New York University President John Sexton today bestowed an honorary doctorate on Jaroslav Pelikan, renowned professor of history at Yale University, at NYU’s 173rd Commencement Exercises in Washington Square Park. Some 19,000 graduates, faculty, staff, and guests attended the morning ceremony.
The following citation was read in conferring the Doctor of Humane Letters degree, honoris causa, on Jaroslav Pelikan:
Jaroslav Jan Pelikan, Jr.-world authority on the evolution of Christianity and medieval intellectual history, you have made Yale University your academic home since 1962, where you have inspired generations of students who revere you as a master teacher. Fluent in nine languages, you are editor and translator of primary texts from the biblical, classical, medieval, reformation and modern periods and author of more than 30 books including the five-volume The Christian Tradition: A History of the Development of Doctrine, widely acknowledged as the foremost history of its kind. Arguably the greatest of contemporary scholars of religion, you have received the Library of Congress’ John W. Kluge Prize for Lifetime Achievement in the Human Sciences and have delivered the Jefferson Lecture in the Humanities, the highest honor conferred by the U.S. government for outstanding achievement in the humanities.

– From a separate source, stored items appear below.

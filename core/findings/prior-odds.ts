import type { Headroom } from '../contract/findings.ts'
import type { Thing, Timeline } from '../timeline/timeline.ts'
import type { Lift, LogView } from './log-view.ts'
import { OUTSIZED_MA } from './run-profiles.ts'
import type { TimedCluster } from './timed/timed-clusters.ts'
import { bestDrying } from './wet-lift.ts'
import { heldAbove } from './windows/held.ts'
import { HOUR_MS } from './windows/trip-share.ts'
import type { Drying } from './windows/weather-windows.ts'

/** Prior odds of being a cause, before anything was read: judgement from the mechanisms of domain.md, no source. */
export const ODDS = {
  load: 0.08,
  circuit: 0.05,
  rain: 0.1,
  temperature: 0.02,
  clock: 0.06,
  period: 0.04,
  sun: 0.06,
  'load-current': 0.05,
  standing: 0.08,
  device: 0.03,
  supply: 0.12,
  unlisted: 0.06,
} as const

/** A circuit whose sheet lists no load may still feed one. */
const LOADS_ASSUMED = 1

/**
 * Excursions higher than this are no sound appliance's: 1.5 times what IEC 60335-1 clause 13.2 allows a stationary one of
 * class I (3.5 mA; from memory).
 */
const ABNORMAL_MA = 5.25
const ABNORMAL_SHARE = 0.2
/** How much likelier a cause an unlisted thing is that was seen to leak so much. */
export const ABNORMAL = 12

/**
 * How much likelier a cause it makes a thing that its runs use up so much of the usual headroom, usually and in one of ten
 * cases, by more than a sound appliance leaks. A fault that never shows in the log, because it lasts seconds or fires
 * at once every time, keeps the rest from falling further. Judgement, tuned on simulated sites.
 */
const REACH: readonly { readonly usual: number; readonly top: number; readonly factor: number }[] = [
  { usual: 0.33, top: 0.33, factor: 80 },
  { usual: 0.18, top: 0.4, factor: 30 },
  { usual: 0.15, top: 0.25, factor: 1.5 },
  { usual: 0.05, top: 0.15, factor: 0.6 },
]
const NO_REACH = 0.35
/** From this factor on a thing is suspicious by its leakage alone. */
export const GUILTY_LOOK = 20

/** Usual level this near the trip current: many together. */
export const NEAR = 0.75

/**
 * Odds of a circuit or load. A circuit stands in for those of its loads that nothing can be said about. The log then
 * weighs in: runs that lift the level far towards the trip current make a likelier cause than runs without a trace.
 * Mildly, for a fault may show only at the trips themselves.
 */
export function thingOdds(timeline: Timeline, thing: Thing, log: LogView, isJudged: (of: string) => boolean): number {
  let odds: number = ODDS[thing.kind]
  if (thing.kind === 'circuit') {
    const loads = timeline.things.filter((t) => t.kind === 'load' && t.circuit === thing.ref)
    const silent = loads.length === 0 ? LOADS_ASSUMED : loads.filter((t) => !isJudged(t.of)).length
    odds += silent * ODDS.load
  }
  const lift = log.lifts.get(thing.of)
  // where the usual level is near the trip current anyway, what a sound appliance leaks is the last step, not the cause
  const near = log.usualShare !== null && log.usualShare >= NEAR
  const small = near && lift !== undefined && lift.topMa < OUTSIZED_MA && lift.outsizedRuns === 0 ? 0.02 : 1
  return odds * liftFactor(lift) * small * (log.followsCurrent === true ? 0.002 : 1)
}

/** How much likelier a cause what its runs do to the level makes a thing; 1 where nothing is known. */
export function liftFactor(lift: Lift | undefined): number {
  if (lift === undefined) return 1
  const found = REACH.find(({ usual, top }) => lift.usual >= usual && lift.top >= top)
  // a few runs that leaked far more than a sound thing does are no proof of innocence
  const least = lift.outsizedRuns > 0 ? 1 : NO_REACH
  const factor = Math.max(least, found?.factor ?? NO_REACH)
  return lift.topMa < OUTSIZED_MA ? Math.min(1, factor) : factor
}

/** The same for a load that nobody named and that keeps a schedule: its height is that of every run. */
export function timedFactor(log: LogView, { heightMa }: TimedCluster): number {
  const reach = heightMa / log.roomMa
  return liftFactor({ usualMa: heightMa, topMa: heightMa, usual: reach, top: 1.2 * reach, outsizedRuns: 0 })
}

/** Whether the excursions that no named load accounts for are higher than any sound appliance leaks. */
export function isAbnormal(log: LogView): boolean {
  const { unexplained, tripMa } = log
  return unexplained !== null && unexplained.heightMa >= Math.max(ABNORMAL_MA, ABNORMAL_SHARE * tripMa)
}

/** How far the odds of a listed thing without a large lift fall where an unlisted one leaks heavily. */
export function innocence(log: LogView, of: string): number {
  const accused = isAbnormal(log) || log.timed.some((cluster) => timedFactor(log, cluster) >= GUILTY_LOOK)
  return accused && liftFactor(log.lifts.get(of)) < GUILTY_LOOK ? 0.3 : 1
}

/** Many together: likely only where the usual level stands near the trip current. */
export function standingOdds(log: LogView, headroom: Headroom): number {
  const share = log.usualShare
  if (share === null || log.followsCurrent === true) return 0
  const sure = headroom.tripMa.basis === 'limits' ? 0.5 : 1
  const factor = share >= 0.8 ? 5 : share >= 0.7 ? 2 : share >= 0.6 ? 0.4 : 0
  return ODDS.standing * factor ** sure
}

/** Rain: likelier when the log rises with it, unlikelier when the log is there and does not. */
export function rainOdds({ wetLift, tripMa }: LogView): number {
  if (wetLift === null) return ODDS.rain
  const share = wetLift.ma / tripMa
  return ODDS.rain * (share >= 0.12 ? 5 : share >= 0.05 ? 1.5 : 0.08)
}

/** Wet time by the drying law that fits best, above a tenth of its peak; null where the leakage does not rise with rain. */
export function wetTime(rain: number, laws: readonly Drying[]): Float64Array | null {
  if (rain <= 2 * ODDS.rain || laws.length === 0) return null
  const { wetness, lag } = bestDrying(laws)
  const peak = wetness.v.reduce((a, b) => Math.max(a, b), 0)
  return heldAbove(wetness, 0.1 * peak, true, lag * HOUR_MS).inside
}

/** Neutral–earth: decided mostly by whether leakage follows the load current whoever carries it. */
export function loadCurrentOdds(log: LogView): number {
  return ODDS['load-current'] * (log.followsCurrent === true ? 15 : log.followsCurrent === false ? 0.02 : 1)
}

Wise, eloquent, and engaging, you write for both scholars and the general reader and have offered the world an alluring guide to its best seller in your recent title, Whose Bible Is It? And, in 1992, you gave the world your magnificent insights into the ideal of the university in an epic dialogue with John Cardinal Newman.
Jaroslav Jan Pelikan, Jr.- brilliant exemplar of the central aim of a university to create and transmit knowledge, and astute commentator on what a university is and ought to be, you have deeply shaped our thinking about the vocation we have chosen. By virtue of the authority vested in me, I am pleased to confer upon you the degree of Doctor of Humane Letters, honoris causa.